=== Section Start ===

// Enumerators to text and back come from one table per enum (its to_string
// switch, core/enum_text.hpp): every named enumerator parses back to itself,
// texts are unique, and parsing does not stop at a "last" enumerator.
#include <doctest/doctest.h>

#include <set>
#include <string>

#include <tenon/tenon.hpp>

namespace {

template <class E>
void check_round_trip(const char* what) {
    CAPTURE(what);
    std::set<std::string> seen;
    int named = 0;
    for (unsigned v = 0; v < 256; ++v) {
        const auto e = static_cast<E>(v);
        const std::string text = to_string(e);  // found by argument-dependent lookup, as enum_from_text finds it
        if (text == "unknown") continue;
        ++named;
        CAPTURE(text);
        CHECK(seen.insert(text).second);
        E back{};
        REQUIRE(tenon::enum_from_text(text, back));
        CHECK(static_cast<unsigned>(back) == v);
    }
    CHECK(named >= 2);
    E ignored{};
    CHECK_FALSE(tenon::enum_from_text("no-such-name", ignored));
    CHECK_FALSE(tenon::enum_from_text("unknown", ignored));
}

}  // namespace

// A test-local enum with a gap and its last value far from the first: a
// parse loop that stopped at some enumerator, or assumed values 0..n-1,
// would miss `late`.
namespace tenon {
inline namespace TENON_ABI_NAMESPACE {
enum class enum_text_probe : unsigned char { first = 0, second = 1, late = 200 };
inline const char* to_string(enum_text_probe p) noexcept {
    switch (p) {
    case enum_text_probe::first: return "first";
    case enum_text_probe::second: return "second";
    case enum_text_probe::late: return "late";
    }
    return "unknown";
}
}  // namespace TENON_ABI_NAMESPACE
}  // namespace tenon

TEST_CASE("every named enum parses its own texts back, and nothing else") {
    check_round_trip<tenon::activation>("activation");
    check_round_trip<tenon::init_scheme>("init_scheme");
    check_round_trip<tenon::init_distribution>("init_distribution");
    check_round_trip<tenon::loss_kind>("loss_kind");
    check_round_trip<tenon::stop_reason>("stop_reason");
    check_round_trip<tenon::update_kind>("update_kind");
    check_round_trip<tenon::gate_metric>("gate_metric");
    check_round_trip<tenon::drift_status>("drift_status");
    check_round_trip<tenon::kernel_path>("kernel_path");
    check_round_trip<tenon::fill_method>("fill_method");
    check_round_trip<tenon::column_kind>("column_kind");
    check_round_trip<tenon::scaling_method>("scaling_method");
    check_round_trip<tenon::screening_reason>("screening_reason");
    check_round_trip<tenon::time_format>("time_format");
    check_round_trip<tenon::enum_text_probe>("enum_text_probe");
}

TEST_CASE("a value added past the others parses, and the choices list it") {
    tenon::enum_text_probe p{};
    REQUIRE(tenon::enum_from_text("late", p));
    CHECK(p == tenon::enum_text_probe::late);
    CHECK(tenon::enum_choices<tenon::enum_text_probe>() == "first, second, late");
    // The messages of the parse functions list the choices from the same table.
    CHECK_THROWS_WITH(tenon::parse_update_kind("sgd"),
                      "[train.option.invalid] unknown optimizer 'sgd' (gd, momentum, nesterov, adam, adamw, rmsprop, adagrad)");
    CHECK_THROWS_WITH(tenon::parse_activation("swish"),
                      doctest::Contains("(identity, tanh, sigmoid, relu, leaky_relu, elu, softplus, gelu, gelu_tanh, softmax, log_softmax)"));
}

=== Section End ===

PROBLEM
Every line of the listing above is to be written out again exactly.

ANSWER TO THE EXERCISE
// Enumerators to text and back come from one table per enum (its to_string
// switch, core/enum_text.hpp): every named enumerator parses back to itself,
// texts are unique, and parsing does not stop at a "last" enumerator.
#include <doctest/doctest.h>

#include <set>
#include <string>

#include <tenon/tenon.hpp>

namespace {

template <class E>
void check_round_trip(const char* what) {
    CAPTURE(what);
    std::set<std::string> seen;
    int named = 0;
    for (unsigned v = 0; v < 256; ++v) {
        const auto e = static_cast<E>(v);
        const std::string text = to_string(e);  // found by argument-dependent lookup, as enum_from_text finds it
        if (text == "unknown") continue;
        ++named;
        CAPTURE(text);
        CHECK(seen.insert(text).second);
        E back{};
        REQUIRE(tenon::enum_from_text(text, back));
        CHECK(static_cast<unsigned>(back) == v);
    }
    CHECK(named >= 2);
    E ignored{};
    CHECK_FALSE(tenon::enum_from_text("no-such-name", ignored));
    CHECK_FALSE(tenon::enum_from_text("unknown", ignored));
}

}  // namespace

// A test-local enum with a gap and its last value far from the first: a
// parse loop that stopped at some enumerator, or assumed values 0..n-1,
// would miss `late`.
namespace tenon {
inline namespace TENON_ABI_NAMESPACE {
enum class enum_text_probe : unsigned char { first = 0, second = 1, late = 200 };
inline const char* to_string(enum_text_probe p) noexcept {
    switch (p) {
    case enum_text_probe::first: return "first";
    case enum_text_probe::second: return "second";
    case enum_text_probe::late: return "late";
    }
    return "unknown";
}
}  // namespace TENON_ABI_NAMESPACE
}  // namespace tenon

TEST_CASE("every named enum parses its own texts back, and nothing else") {
    check_round_trip<tenon::activation>("activation");
    check_round_trip<tenon::init_scheme>("init_scheme");
    check_round_trip<tenon::init_distribution>("init_distribution");
    check_round_trip<tenon::loss_kind>("loss_kind");
    check_round_trip<tenon::stop_reason>("stop_reason");
    check_round_trip<tenon::update_kind>("update_kind");
    check_round_trip<tenon::gate_metric>("gate_metric");
    check_round_trip<tenon::drift_status>("drift_status");
    check_round_trip<tenon::kernel_path>("kernel_path");
    check_round_trip<tenon::fill_method>("fill_method");
    check_round_trip<tenon::column_kind>("column_kind");
    check_round_trip<tenon::scaling_method>("scaling_method");
    check_round_trip<tenon::screening_reason>("screening_reason");
    check_round_trip<tenon::time_format>("time_format");
    check_round_trip<tenon::enum_text_probe>("enum_text_probe");
}

TEST_CASE("a value added past the others parses, and the choices list it") {
    tenon::enum_text_probe p{};
    REQUIRE(tenon::enum_from_text("late", p));
    CHECK(p == tenon::enum_text_probe::late);
    CHECK(tenon::enum_choices<tenon::enum_text_probe>() == "first, second, late");
    // The messages of the parse functions list the choices from the same table.
    CHECK_THROWS_WITH(tenon::parse_update_kind("sgd"),
                      "[train.option.invalid] unknown optimizer 'sgd' (gd, momentum, nesterov, adam, adamw, rmsprop, adagrad)");
    CHECK_THROWS_WITH(tenon::parse_activation("swish"),
                      doctest::Contains("(identity, tanh, sigmoid, relu, leaky_relu, elu, softplus, gelu, gelu_tanh, softmax, log_softmax)"));
}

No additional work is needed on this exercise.